Academic year(s): 2019-2020

Key information

SCOTCAT credits : 15

ECTS credits : 7

Level : SCQF Level 9

Semester: 1

Planned timetable: 10.00 am Mon, Tue, Thu

The module aims to develop mathematical techniques that are required by a professional physicist or astronomer. There is particular emphasis on the special functions which arise as solutions of differential equations which occur frequently in physics, and on vector calculus. Analytic mathematical skills are complemented by the development of computer-based solutions. The emphasis throughout is on obtaining solutions to problems in physics and its applications. Specific topics to be covered will be Fourier transforms, the Dirac delta function, partial differential equations and their solution by separation of variables technique, series solution of second order ODEs, Hermite polynomials, Legendre polynomials and spherical harmonics. The vector calculus section covers the basic definitions of the grad, div, curl and Laplacian operators, their application to physics, and the form which they take in particular coordinate systems.

Relationship to other modules

Pre-requisite(s): Before taking this module you must pass PH2011 and pass PH2012 and ( pass MT2501 and pass MT2503 )

Anti-requisite(s): You cannot take this module if you take PH3082 or take MT3506

Learning and teaching methods and delivery

Weekly contact: 3 lectures plus fortnightly tutorials.

Scheduled learning hours: 36

Guided independent study hours: 114

Assessment pattern

As used by St Andrews: 2-hour Written Examination = 80%, Coursework = 20% (made up of Class Test = 15% and meaningful engagement with tutorial work = 5%)

As defined by QAA
Written examinations : 100%
Practical examinations : 0%
Coursework: 0%

Re-assessment: Oral Re-assessment, capped at grade 7


Module coordinator: Dr C A Hooley
Module teaching staff: Dr C Hooley

Additional information from school

Aims & Objectives
  • A better working knowledge and understanding of the mathematics used in other honours

physics and astronomy modules.

  • An improved ability to formulate problems relating to physical phenomena in mathematical language, starting from intuitive ideas.
  • An ability to apply a range of mathematical techniques to the solution of such problems.
  • An ability to discriminate between alternative methods of solution as to which is the most suitable for the task at hand.
  • A significant enhancement of your problem solving ability as a practising physicist/astronomer.


Learning Outcomes

By the end of the semester, students are expected to be able to:


  • determine the components of a vector (or vector field) in Cartesian, cylindrical and spherical coordinates, write the fields in terms of appropriate unit vectors, and be able to translate an expression given in one coordinate system into either of the other two.


  • state the definition of the Dirac delta function; and apply that definition to derive basic identities and compute integrals.


  • represent functions as a discrete sum of orthonormal basis functions (e.g., sines/cosines, Hermite polynomials, Legendre polynomials, spherical harmonics, etc.), and apply the appropriate orthonormality relation to determine the series coefficients.


  • compute the Fourier transform (or inverse transform) of simple functions, exploit basic relationships between transform pairs and use the convolution theorem to solve ordinary differential equations and compute integrals.


  • solve second-order differential equations with non-constant coefficients using the method of Frobenius (power series solutions); this includes deriving recurrence relations, and determining closed-form expressions for the coefficients.


  • sketch the first few Hermite polynomials, and derive explicit expressions when given a recurrence relation or a generating formula.

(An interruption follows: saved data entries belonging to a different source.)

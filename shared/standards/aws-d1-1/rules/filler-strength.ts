/** Row 1: a filler metal of a higher strength class than tested; a lower class is free. */
import { namedRule } from '../../common/rule-kinds.ts'
import { strengthClass } from '../fillers.ts'
import { meta } from '../meta.ts'

const CLASSES = [60, 70, 80, 90, 100, 110, 120]
const name = (ksi: number): string => `${ksi} ksi class`

export const fillerStrength = namedRule({
  meta: meta('filler_strength'),
  field: 'filler.classification',
  at: 'block',
  label: 'filler strength class',
  asked(context) {
    const ksi = context.block && strengthClass(context.block.process, context.block.filler)
    return ksi ? [name(ksi)] : null
  },
  tested(_context, side) {
    const ksi = side.block && strengthClass(side.block.process, side.block.filler)
    return ksi ? name(ksi) : null
  },
  covers: (value) => CLASSES.filter((ksi) => ksi <= Number.parseInt(value, 10)).map(name),
  because: 'Only an increase of strength counts; whether a weaker filler is strong enough is a matter of design.',
})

Students should also be explain the relationship between the degree of a Hermite polynomial and its symmetry.


  • state fundamental properties of solutions to Laplace's equation in a bounded region of space (e.g., uniqueness of the solution, existence of local maxima or minima, etc.).


  • describe the separation of variables technique, and use it to derive general solutions to second-order partial differential equations in Cartesian and spherical coordinate systems; then apply a given set of boundary conditions to determine a specific solution.

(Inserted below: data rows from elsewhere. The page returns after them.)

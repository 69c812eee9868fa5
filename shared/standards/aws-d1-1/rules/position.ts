/** Row 27: positions by Tables 6.1 and 10.8. */
import { setRange } from '../../../ranges/set.ts'
import { namedRule } from '../../common/rule-kinds.ts'
import type { Rule } from '../../rule.ts'
import { meta } from '../meta.ts'
import { askedPlaces, coveredPlaces, positionBasis } from '../positions.ts'

const base = namedRule({
  meta: meta('position', { combine: 'jointly' }),
  field: 'positions',
  at: 'block',
  label: 'position',
  asked: (context) => (context.block && context.block.positions.length > 0 ? askedPlaces(context.block.positions) : null),
  tested: (_context, side) => (side.block && side.block.positions.length > 0 ? side.block.positions.join(' and ') : null),
  covers: (_value, _context, side) => coveredPlaces(side.block?.positions ?? []),
  because: 'A test position covers what the table gives for a procedure; the wider rows are for welders.',
  plan: (asked) => `A coupon whose test positions cover ${asked.join(', ')}.`,
})

export const position: Rule = {
  ...base,
  range(context, side) {
    const range = base.range(context, side)
    if (!range || range.range.type !== 'set' || !side.block) return range
    const basis = positionBasis(side.block.positions, side.variables)
    // What a fixed horizontal pipe fillet covers besides itself isn't confirmed.
    const unknown = side.block.positions.includes('5F')
    return { ...range, range: setRange(range.range.values, { unknown: range.range.unknown || unknown }), basis, clause: side.variables.product === 'plate' ? 'Table 6.1' : 'Table 10.8', ...(unknown ? { missing: ['what a test in 5F covers besides 5F'] } : {}) }
  },
}
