/** Every rule of the standard: by test (Clause 6), then prequalified (Clause 5). */
import type { Rule } from '../../rule.ts'
import { numbered } from '../meta.ts'
import { prequalifiedRules } from '../prequalified/index.ts'
import { amperage } from './amperage.ts'
import { backing } from './backing.ts'
import { baseMetal } from './base-metal.ts'
import { combinedProcesses } from './combined-processes.ts'
import { currentType } from './current-type.ts'
import { cvnBaseGroup } from './cvn-base-group.ts'
import { cvnBrand } from './cvn-brand.ts'
import { cvnFillerClass } from './cvn-filler-class.ts'
import { cvnFlux } from './cvn-flux.ts'
import { cvnHeatInput } from './cvn-heat-input.ts'
import { cvnInterpass } from './cvn-interpass.ts'
import { cvnOscillation } from './cvn-oscillation.ts'
import { cvnPasses } from './cvn-passes.ts'
import { cvnPwht } from './cvn-pwht.ts'
import { cvnThickness } from './cvn-thickness.ts'
import { cvnVerticalUp } from './cvn-vertical-up.ts'
import { cvnWeave } from './cvn-weave.ts'
import { diameter } from './diameter.ts'
import { electrodeCount } from './electrode-count.ts'
import { fillerAdded } from './filler-added.ts'
import { fillerClassification } from './filler-classification.ts'
import { fillerDiameter } from './filler-diameter.ts'
import { fillerSpecification } from './filler-specification.ts'
import { fillerStrength } from './filler-strength.ts'
import { filletSize } from './fillet-size.ts'
import { gasFlow } from './gas-flow.ts'
import { gasInFillerSpec } from './gas-in-filler-spec.ts'
import { grooveAngle } from './groove-angle.ts'
import { grooveDepth } from './groove-depth.ts'
import { grooveType } from './groove-type.ts'
import { hotWire } from './hot-wire.ts'
import { interpassMinimum } from './interpass-minimum.ts'
import { lateralSpacing } from './lateral-spacing.ts'
import { longitudinalSpacing } from './longitudinal-spacing.ts'
import { lowHydrogen } from './low-hydrogen.ts'
import { normalAngle } from './normal-angle.ts'
import { parallelAngle } from './parallel-angle.ts'
import { position } from './position.ts'
import { powerSource } from './power-source.ts'
import { preheat } from './preheat.ts'
import { process } from './process.ts'
import { pwht } from './pwht.ts'
import { rootFace } from './root-face.ts'
import { rootOpening } from './root-opening.ts'
import { scope } from './scope.ts'
import { shieldingGas } from './shielding-gas.ts'
import { squareGroove } from './square-groove.ts'
import { supplementAlloy } from './supplement-alloy.ts'
import { supplementalAmount } from './supplemental-amount.ts'
import { supplementalFiller } from './supplemental-filler.ts'
import { thickness } from './thickness.ts'
import { transferMode } from './transfer-mode.ts'
import { travelAngle } from './travel-angle.ts'
import { travelSpeed } from './travel-speed.ts'
import { verticalProgression } from './vertical-progression.ts'
import { voltage } from './voltage.ts'
import { weldKind } from './weld-kind.ts'
import { wireFeed } from './wire-feed.ts'

export const rules: readonly Rule[] = [
  process,
  scope,
  combinedProcesses,
  weldKind,
  baseMetal,
  thickness,
  diameter,
  grooveDepth,
  filletSize,
  position,
  verticalProgression,
  fillerStrength,
  lowHydrogen,
  fillerClassification,
  fillerSpecification,
  fillerAdded,
  hotWire,
  supplementalFiller,
  supplementalAmount,
  supplementAlloy,
  fillerDiameter,
  electrodeCount,
  amperage,
  currentType,
  transferMode,
  powerSource,
  voltage,
  wireFeed,
  travelSpeed,
  shieldingGas,
  gasFlow,
  gasInFillerSpec,
  longitudinalSpacing,
  lateralSpacing,
  parallelAngle,
  travelAngle,
  normalAngle,
  grooveType,
  squareGroove,
  grooveAngle,
  rootOpening,
  rootFace,
  backing,
  preheat,
  interpassMinimum,
  pwht,
  cvnBaseGroup,
  cvnThickness,
  cvnFillerClass,
  cvnFlux,
  cvnBrand,
  cvnVerticalUp,
  cvnInterpass,
  cvnPwht,
  cvnHeatInput,
  cvnWeave,
  cvnPasses,
  cvnOscillation,
  ...prequalifiedRules,
].map(numbered)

  • compute line, surface and volume integrals in Cartesian, cylindrical and spherical coordinates.


  • calculate the gradient or Laplacian of a scalar function, and the divergence or curl of a vector field, in Cartesian, cylindrical and spherical coordinates. Students should also be able to derive physical meaning from the resulting mathematical expressions, create and interpret visual representations of scalar and vector fields, and draw connections between them.


  • apply Stokes’ theorem and the divergence theorem to convert between differential and integral equations, as well as interpret physical meaning from the resulting expressions.

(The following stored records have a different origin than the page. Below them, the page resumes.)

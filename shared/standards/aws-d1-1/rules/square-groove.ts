/** Row 32: a square groove instead of another groove, or back. */
import type { WeldingVariables } from '../../../schemas/welding.ts'
import { namedRule } from '../../common/rule-kinds.ts'
import { asksGroove } from '../groove-measure.ts'
import { meta } from '../meta.ts'

const squareOr = ({ joint }: WeldingVariables): string | null => (joint.groove === null ? null : joint.groove === 'square' ? 'square groove' : 'other groove')

export const squareGroove = namedRule({
  meta: meta('square_groove'),
  field: 'joint.groove',
  at: 'weld',
  label: 'kind of groove (square or other)',
  applies: asksGroove,
  asked(context) {
    const value = squareOr(context.procedure)
    return value ? [value] : null
  },
  tested: (_context, side) => (side.variables.joint.weld === 'fillet' ? undefined : squareOr(side.variables)),
  because: 'A square groove and any other groove are qualified apart.',
})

  • set up definite integrals of vector functions using Cartesian, cylindrical or spherical coordinates (as appropriate), and compute them for simple cases; this includes deriving expressions where all integration variables and limits are explicit (i.e., so that the integral could then be calculated by a computer).



Differential Equations

Dirac delta function

Fourier transforms

Series solutions, Hermite polynomials

Laplace’s equation in Cartesian and spherical coordinates

Legendre polynomials, spherical harmonics


Vector Calculus

Gradient, directional derivatives

Line and surface integrals

Divergence, divergence theorem

Curl, Stokes’ theorem

Helmholtz theorem, the Maxwell equations

Vector integration techniques


Additional information on continuous assessment etc.

Please note that the definitive comments on continuous assessment will be communicated within the module.  This section is intended to give an indication of the likely breakdown and timing of the continuous assessment. 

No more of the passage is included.